Alys, with a vivid remembrance of the occasion when she and Gil’s sister Kate had visited a tavern off Glasgow’s Gallowgait, simply nodded.

‘But why has Gil gone to Linlithgow?’ she wondered. ‘He did not say exactly what he had learned this morning?’

‘At Forth? No, he said little but what he thought of the dog’s exploits, and when he would be back.’ Lady Cunningham looked from Michael to Alys. ‘I suppose, if those two men got as far as Carlindean as you say, Michael, they might have completed the round, which I think would take them to Forth, do I remember right?’ Alys nodded. ‘So he might have found word of them there after all.’

‘And word that took him to Linlithgow. I wonder what it was.’

‘If they were to take one or two of the men, mistress,’ suggested Alan from the wall where he was still listening avidly, ‘they would make a faster job of it. Is there much doing in the stable-yard the day?’

‘Nothing that won’t wait, apart from the young horse’s leg,’ admitted his mistress. ‘Aye, that would make sense.’ She cast a glance at the windows. ‘You’d best go, then. The day’s wearing on. And you can get on wi’ your work, Alan, rather than stand about with your ears flapping like a gander’s wings.’

The rain was getting heavier.

‘Good for the oats, I suppose,’ said Michael, as they rode past the fields of Carluke town, one of the Belstane grooms ahead of them and one bringing up the rear. The fine turned earth of the strips showed dark between the narrow lines of rushes in the intervening ditches, and the boy who was supposed to be scaring the crows was sheltering under a white-blossomed apple tree. ‘So long as it doesny get too heavy.’

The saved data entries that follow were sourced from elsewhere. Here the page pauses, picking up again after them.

def group_key(plan: SetPlan, group: list[int], hashes: dict[Path, str]) -> str:
    """Name of the cache segment of the runs ``group`` (indices into the plan) with these stored-bytes hashes."""
    return segment_key(plan.layout.fingerprint, [plan.runs[i] for i in group], hashes)


def _load_segments(plan: SetPlan, groups: list[list[int]], hashes: dict[Path, str], folder: Path, root: Path,
                   notes: list[str]) -> Iterator:
    """Each group's cached segment (or None), in order: the first alone (it holds the plan's first run, which
    the window shows first), then the others on every core (the checksums and the reading of the memory-mapped
    arrays release the GIL)."""
    def one(group):
        key = group_key(plan, group, hashes)
        hit = load_segment(folder, key, root, notes)
        if hit is None:
            return None
        runs, failures = hit
        ids = [t.run_id for t in runs] + [rid for rid, _ in failures]
        if sorted(ids) != sorted(plan.runs[i].run_id for i in group):  # the key names these runs: never expected
            return None
        return runs, failures

    if not groups:
        return
    yield one(groups[0])
    if len(groups) > 1:
        with ThreadPoolExecutor(max_workers=cores(), thread_name_prefix="basinmark-cache") as pool:
            yield from pool.map(one, groups[1:])


def _store_group(plan: SetPlan, group: list[int], loaded: dict, failed: dict, stored: dict[Path, str],
                 hashes: dict[Path, str], folder: Path, root: Path) -> None:
    """Write one segment whose runs are all in, keyed by the stored-bytes hashes of the very bytes parsed."""
    specs = [plan.runs[i] for i in group]
    for spec in specs:
        for p in spec.files:
            if p not in stored:  # a file whose reading failed: hashed here (or '' when unreadable)
                stored[p] = _safe_sha256(p) or ""
    key = segment_key(plan.layout.fingerprint, specs, stored)
    for p in (p for spec in specs for p in spec.files):
        hashes[p] = stored[p]  # what the segment was written under (pruning keeps it)
    store_segment(folder, key, [loaded[s.run_id] for s in specs if s.run_id in loaded],
                  [(s.run_id, failed[s.run_id]) for s in specs if s.run_id in failed], stored, root)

‘Is that a coney running on the plough-land?’ said Alys. ‘Surely it’s too big. Oh, and there is another. What are they doing? Do look, they are dancing!’

‘That’s hares,’ said Michael, peering under his hand at the brown creatures skipping across the near field. ‘You can tell by the black tips to the ears.’ He smiled, watching the animals’ antics. ‘They do that all the spring. Some folk says they’re gone mad, but it’s just how they choose their mates, so our huntsman tellt me.’

‘Good eating, a bawd is, if they wereny such unchancy beasts,’ commented the man riding behind them, a fair-haired leather-visaged fellow in his thirties called Steenie, a name Alys knew to be the Scots pet-name for Stephen. ‘You get them up on the grazing land and all.’

‘I saw them when we went to the peat-cutting,’ Alys recalled. ‘When Sir David was so sure they had dug up Thomas Murray. Do you think we will find the man today?’

‘I’m past caring,’ admitted Michael, ‘save for the need to silence Davy Fleming. He was on at me again this morning before I’d broke my fast, about all the misdeeds witches gets up to, according to his wee book. If I ever learn who lent it to him, I’ll cram it down his throat.’

‘I never thought to hear Gil abuse a book the way he did that one,’ said Alys.

‘I’ve not looked in it myself, but the things Fleming was telling me made my gorge rise.’ Michael rode in silence for a short space. Alys was looking about her despite the rain, admiring the blossom on the fruit trees for which Gil had told her the neighbourhood was famous, when he suddenly said, ‘Mistress Mason!’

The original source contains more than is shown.